THE HARD PART
One day you may find yourself in a senior leadership role in your organization. Whatever path got you there, somewhere along the journey you passed a point that really mattered. You may not have noticed it at the time. There probably wasn’t a signpost or anything to mark that point as in any way important. But it was the point when it was no longer good enough to talk about problems. It was the point where people started looking to you to solve them, or at least to provide them with some guidance for how to solve them.

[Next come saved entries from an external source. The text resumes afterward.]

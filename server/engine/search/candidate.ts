import type { Frame } from './aim.ts';
import type { StockedDiode, StockedResistor, StockedTrimmer } from './shelf.ts';
import type { SingleTimingParts } from './timing-choice.ts';

/** Two resistors, each behind one of two like diodes. */
export interface SteeredTimingParts {
  kind: 'steered';
  charge: StockedResistor;
  discharge: StockedResistor;
  diode: StockedDiode;
}

/** A resistor in series with a trimmer; `ohms` is what both make together at the target. */
export interface TrimmedTimingParts {
  kind: 'trimmed';
  ohms: number;
  fixed: StockedResistor;
  trimmer: StockedTrimmer;
}

export type TimingParts = SingleTimingParts | SteeredTimingParts | TrimmedTimingParts;

/** One pack as the search sees it: a frame, its timing parts, and the nominal rate they give. */
export interface Candidate<Timing extends TimingParts = TimingParts> {
  frame: Frame;
  timing: Timing;
  frequencyHz: number;
  /** |ln(frequency/target)|. */
  distance: number;
  /** Net price of the parts that vary between packs, in minor units. */
  priceMinor: number;
}

/** Ids of the timing parts in a fixed order, for ties; 0 where there is none. */
function timingIds(timing: TimingParts): readonly [number, number, number] {
  if (timing.kind === 'single') return [timing.first.id, timing.second?.id ?? 0, 0];
  if (timing.kind === 'steered') return [timing.charge.id, timing.discharge.id, timing.diode.id];
  return [timing.fixed.id, timing.trimmer.id, 0];
}

const kindOrder = { single: 0, steered: 1, trimmed: 2 } as const;
const joinOrder = { series: 1, parallel: 2 } as const;

function joinRank(timing: TimingParts): number {
  return timing.kind === 'single' && timing.join !== null ? joinOrder[timing.join] : 0;
}

/**
 * Orders candidates by price, then simpler timing, then the ids of their parts, so that the order
 * never depends on how they were found. Zero only for packs of the same parts.
 */
export function byPriceThenIds(a: Candidate, b: Candidate): number {
  const [a1, a2, a3] = timingIds(a.timing);
  const [b1, b2, b3] = timingIds(b.timing);
  return (
    a.priceMinor - b.priceMinor ||
    kindOrder[a.timing.kind] - kindOrder[b.timing.kind] ||
    Number(joinRank(a.timing) > 0) - Number(joinRank(b.timing) > 0) ||
    a.frame.head.comparator.id - b.frame.head.comparator.id ||
    a.frame.capacitor.id - b.frame.capacitor.id ||
    a.frame.head.thresholds.r3.id - b.frame.head.thresholds.r3.id ||
    a1 - b1 ||
    a2 - b2 ||
    a3 - b3 ||
    joinRank(a.timing) - joinRank(b.timing)
  );
}

/** Distances nearer to each other than this count as equal. */
export const sameDistance = 1e-12;

/** Orders candidates by closeness to the target; equals go by price and ids. */
export function byCloseness(a: Candidate, b: Candidate): number {
  if (Math.abs(a.distance - b.distance) > sameDistance) return a.distance - b.distance;
  return byPriceThenIds(a, b);
}

/** Orders candidates by price, then closeness. */
export function byValue(a: Candidate, b: Candidate): number {
  return a.priceMinor - b.priceMinor || byCloseness(a, b);
}

/** True when two candidates are made of the same parts joined the same way. */
export function isSamePack(a: Candidate | null, b: Candidate): boolean {
  return a !== null && byPriceThenIds(a, b) === 0;
}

I’m often surprised by how many leaders seem to have missed that transition. They willing accept all the other trappings and responsibilities that come with a “leadership role.” But presented with a change or a new piece of work or new direction, their response is “but how are we supposed to do that on top of everything else?” Whose job exactly do they think it is to figure that out? Whose job do they think it is to make the tough decisions about how to manage competing priorities? Whose job do they think it is to help their teams work through those same questions? There aren’t many, if any, organizations where it doesn’t feel like there is too much work and not enough time and people and money to do it all. Figuring out how to rejig the pieces of that puzzle to get stuff done is the job of leadership.
Yes, sometimes that’s really hard. But hard is why the job comes with the pay cheque and the office and the title. Hard is part of the job. And that can be a hard lesson to learn. But it’s also a necessary one. It’s easy to just wait for the cavalry to come charging over the hill to save everyone when the going gets tough. It’s harder to accept that maybe you actually are the cavalry.